Computational thinking in infant and primary school

One of the main advantages of this methodology is that it can be used from an early age, facilitating the learning of more complex concepts.

Some examples of computational thinking activities in primary and infant school are:

  • Sequence games: using picture cards to get students to order actions according to a given logic. For example, which comes first: washing hands or sitting down to eat?
  • Building with Lego-type blocks: encourage problem decomposition (how do I build a house?) and pattern recognition (which pieces repeat?).
  • Jumbled stories: give pupils a fragmented story to put in order.
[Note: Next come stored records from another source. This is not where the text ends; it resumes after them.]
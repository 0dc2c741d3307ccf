import "fake-indexeddb/auto";
import { act, renderHook, waitFor } from "@testing-library/react";
import { HttpResponse, http } from "msw";
import { beforeEach, describe, expect, it, vi } from "vitest";
import { useOutbox, type SubmitResult } from "@/components/ledger/use-outbox";
import { PersonProvider } from "@/components/offline/person-context";
import { entriesOf, forgetPersonEntries, putEntry } from "@/lib/offline/store";
import { mockApi, testQueryClient } from "@/tests/support/query-client";
import type { ReactNode } from "react";

// The volunteer's queue (IndexedDB, here fake-indexeddb) against a mocked API,
// with a fake clock: an entry made offline at T and sent at T + 60 s carries T;
// an unusual number asked about by the server goes again confirmed, under a new
// Idempotency-Key; entries go oldest first, each with its owner, and another
// person's entries are never sent or shown.
const URL = "/api/drives/d1/hauls";
let online = false;
let asks = false;
let refuseWith: string | null = null;
const seen: { key: string | null; by: string | null; body: Record<string, unknown> }[] = [];

mockApi([
  http.post("*/api/drives/d1/hauls", async ({ request }) => {
    if (!online) return HttpResponse.error();
    const body = (await request.json()) as Record<string, unknown>;
    seen.push({ key: request.headers.get("idempotency-key"), by: request.headers.get("x-cantrove-entered-by"), body });
    if (refuseWith) return HttpResponse.json({ error: { code: "invalid_input", message: refuseWith } }, { status: 422 });
    if (asks && body.confirmUnusual !== true) {
      return HttpResponse.json({ error: { code: "conflict", message: "That is 40 bags from a bin that holds 6 bags. Is that right?", confirm: "implausible" } }, { status: 409 });
    }
    return HttpResponse.json({ id: "h1", movementId: "m1", hauledAt: body.happenedAt }, { status: 201 });
  }),
], () => {
  vi.useRealTimers();
  seen.length = 0;
  online = false;
  asks = false;
  refuseWith = null;
});
const wrapper = (person = "u1", group = "g1") => {
  const Query = testQueryClient().wrapper;
  function SignedIn({ children }: { children: ReactNode }) {
    return (
      <Query>
        <PersonProvider value={{ id: person, group }}>{children}</PersonProvider>
      </Query>
    );
  }
  return SignedIn;
};

beforeEach(async () => {
  await forgetPersonEntries("u1");
  await forgetPersonEntries("u2");
});

describe("the outbox", () => {
  it("sends an entry made offline at T, and sent at T + 60 s, with happenedAt T and the same key on every try", async () => {
    vi.useFakeTimers({ toFake: ["Date"] });
    const T = new Date("2026-12-02T10:00:00Z");
    vi.setSystemTime(T);
    const { result } = renderHook(() => useOutbox(), { wrapper: wrapper() });
    await waitFor(() => expect(result.current.ready).toBe(true));
    let first: SubmitResult | undefined;
    await act(async () => {
      first = await result.current.submit(URL, { dropPointId: "p1", bags: 2 }, "Haul: 2 bags");
    });
    expect(first?.kind).toBe("queued");
    expect(result.current.items).toHaveLength(1);
    const queuedKey = result.current.items[0]!.key;

    vi.setSystemTime(new Date(T.getTime() + 30_000));
    await act(async () => {
      await result.current.retryNow(); // still offline: a second failed try
    });
    expect(result.current.items[0]).toMatchObject({ key: queuedKey, attempts: 2 });

    vi.setSystemTime(new Date(T.getTime() + 60_000));
    online = true;
    await act(async () => {
      await result.current.retryNow();
    });
    expect(seen).toHaveLength(1);
    expect(seen[0]!.body).toEqual({ dropPointId: "p1", bags: 2, happenedAt: "2026-12-02T10:00:00.000Z" });
    expect(seen[0]!.key).toBe(queuedKey);
    expect(seen[0]!.by).toBe("u1");
    expect(result.current.items).toEqual([]);
    expect(await entriesOf("u1")).toEqual([]);
  });

  it("keeps entries in IndexedDB across a reload of the page and sends them oldest first", async () => {
    const first = renderHook(() => useOutbox(), { wrapper: wrapper() });
    await waitFor(() => expect(first.result.current.ready).toBe(true));
    await act(async () => {
      await first.result.current.submit(URL, { dropPointId: "p1", bags: 1 }, "Haul: 1 bag");
      await first.result.current.submit(URL, { dropPointId: "p1", bags: 2 }, "Haul: 2 bags");
      await first.result.current.submit(URL, { dropPointId: "p1", bags: 3 }, "Haul: 3 bags");
    });
    first.unmount(); // the page is closed
    expect((await entriesOf("u1")).map((e) => e.label)).toEqual(["Haul: 1 bag", "Haul: 2 bags", "Haul: 3 bags"]);
    online = true;
    const second = renderHook(() => useOutbox(), { wrapper: wrapper() });
    await waitFor(() => expect(second.result.current.ready).toBe(true));
    await waitFor(() => expect(seen).toHaveLength(3));
    expect(seen.map((s) => s.body.bags)).toEqual([1, 2, 3]);
    await waitFor(() => expect(second.result.current.items).toEqual([]));
  });

  it("never sends or shows another person's waiting entries", async () => {
    await putEntry({ key: "k-other", url: URL, body: { dropPointId: "p1", bags: 9 }, label: "Haul: 9 bags", createdAt: "2026-12-02T09:00:00.000Z", attempts: 0, owner: "u2", state: "waiting" });
    online = true;
    const { result } = renderHook(() => useOutbox(), { wrapper: wrapper("u1") });
    await waitFor(() => expect(result.current.ready).toBe(true));
    await act(async () => {
      await result.current.retryNow();
    });
    expect(result.current.items).toEqual([]);
    expect(seen).toEqual([]);
    expect(await entriesOf("u2")).toHaveLength(1);
  });

  it("shows and sends a person's entry only in the group it was entered in, and sends it once they are back in it", async () => {
    const inA = renderHook(() => useOutbox(), { wrapper: wrapper("u1", "g1") });
    await waitFor(() => expect(inA.result.current.ready).toBe(true));
    await act(async () => {
      await inA.result.current.submit(URL, { dropPointId: "p1", bags: 4 }, "Haul: 4 bags");
    });
    inA.unmount();
    online = true;
    // Switched to another group: the entry is neither listed nor sent there.
    const inB = renderHook(() => useOutbox(), { wrapper: wrapper("u1", "g2") });
    await waitFor(() => expect(inB.result.current.ready).toBe(true));
    await act(async () => {
      await inB.result.current.retryNow();
    });
    expect(inB.result.current.items).toEqual([]);
    expect(seen).toEqual([]);
    inB.unmount();
    const back = renderHook(() => useOutbox(), { wrapper: wrapper("u1", "g1") });
    await waitFor(() => expect(seen).toHaveLength(1));
    expect(seen[0]!.body.bags).toBe(4);
    await waitFor(() => expect(back.result.current.items).toEqual([]));
  });

  it("keeps an entry the server refused after it waited, with the server's reason, until it is dropped", async () => {
    const first = renderHook(() => useOutbox(), { wrapper: wrapper() });
    await waitFor(() => expect(first.result.current.ready).toBe(true));
    await act(async () => {
      await first.result.current.submit(URL, { dropPointId: "p1", bags: 2 }, "Haul: 2 bags");
    });
    first.unmount();
    online = true;
    refuseWith = "That drive has ended.";
    const { result } = renderHook(() => useOutbox(), { wrapper: wrapper() });
    await waitFor(() => expect(result.current.ready).toBe(true));
    await waitFor(() => expect(result.current.refusals).toHaveLength(1));
    expect(result.current.refusals[0]).toMatchObject({ label: "Haul: 2 bags", message: "That drive has ended." });
    expect(result.current.items).toEqual([]);
    await act(async () => {
      result.current.dismissRefusal(result.current.refusals[0]!.key);
    });
    await waitFor(() => expect(result.current.refusals).toEqual([]));
    expect(await entriesOf("u1")).toEqual([]);
  });

  it("asks about an unusual number, and on Yes sends it again confirmed under a new key with the original time", async () => {
    online = true;
    asks = true;
    const { result } = renderHook(() => useOutbox(), { wrapper: wrapper() });
    await waitFor(() => expect(result.current.ready).toBe(true));
    let asked: SubmitResult | undefined;
    await act(async () => {
      asked = await result.current.submit(URL, { dropPointId: "p1", bags: 40 }, "Haul: 40 bags");
    });
    expect(asked).toMatchObject({ kind: "refused", question: "That is 40 bags from a bin that holds 6 bags. Is that right?" });
    if (asked?.kind !== "refused" || !asked.confirm) throw new Error("no confirm offered");
    let done: SubmitResult | undefined;
    const confirm = asked.confirm;
    await act(async () => {
      done = await confirm();
    });
    expect(done?.kind).toBe("done");
    expect(seen).toHaveLength(2);
    expect(seen[1]!.key).not.toBe(seen[0]!.key);
    expect(seen[1]!.body).toEqual({ ...seen[0]!.body, confirmUnusual: true });
    expect(seen[0]!.body).not.toHaveProperty("confirmUnusual");
  });
});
This works on both algorithms and logical thinking.
  • Solving mazes: allows children to plan routes, recognise mistakes and come up with new solutions.

Teaching without computers: unplugged computational thinking

When we talk about unplugged computational thinking, we refer to all those activities that promote this way of thinking without the need for screens or computers. Instead, only a pencil, paper and a bit of creativity are required.

Therefore, it can be used even in schools that do not have technological resources or in cases where we want to avoid digital overexposure of children.

Some examples could be:

  • Board games such as ‘Rush Hour’ or ‘Robot Turtles’.
  • Kinaesthetic activities where students act as ‘robots’ and have to follow instructions.
  • Puzzles and sudoku adapted to a child’s level.
  • Creating algorithms with cards or coloured blocks.

Activities to encourage computational thinking

As we have already indicated, to work on computational thinking in the classroom it is not necessary to have great resources. Some practical activities for different educational levels could be:

  1. Programming with Scratch (from 8 years of age): allows you to create games and stories with visual blocks.
  2. Designing algorithms with cards: students have to order cards with actions for a ‘robot’ (another classmate) to complete a task, such as going through a maze drawn on the floor.
  3. Paper-based logic challenges: crossword puzzles, ‘find the error’ type games or mathematical puzzles adapted by level.
  4. Cooking recipe sequences: organising the steps of real recipes. A perfect activity to integrate maths, logic and language.
  5. Simulation of real problems: for example, design a system for sorting waste at school using boxes and coloured labels.

Benefits of computational thinking

If you still unsure about whether it is worth integrating computational thinking in the classroom, here are some compelling reasons:

  • It develops critical thinking: students learn to analyse, question and find solutions to real problems.
  • It encourages creativity: designing solutions from scratch stimulates imagination and innovation.
  • It enhances mathematical and linguistic skills: ordering, sequencing and summarising strengthen the use of language and logical reasoning.
  • It improves teamwork: many activities are carried out in teams, which strengthens skills such as communication and empathy.
  • It prepares for future careers: not only for careers in technology, but for any context where effective problem solving is needed.
  • It bridges the digital divide: by teaching how technology works from the inside, we empower students and turn them into creators.

In summary, computational thinking in the classroom is one of the most powerful pedagogical tools available today. It prepares students not only for the present, but also for the future.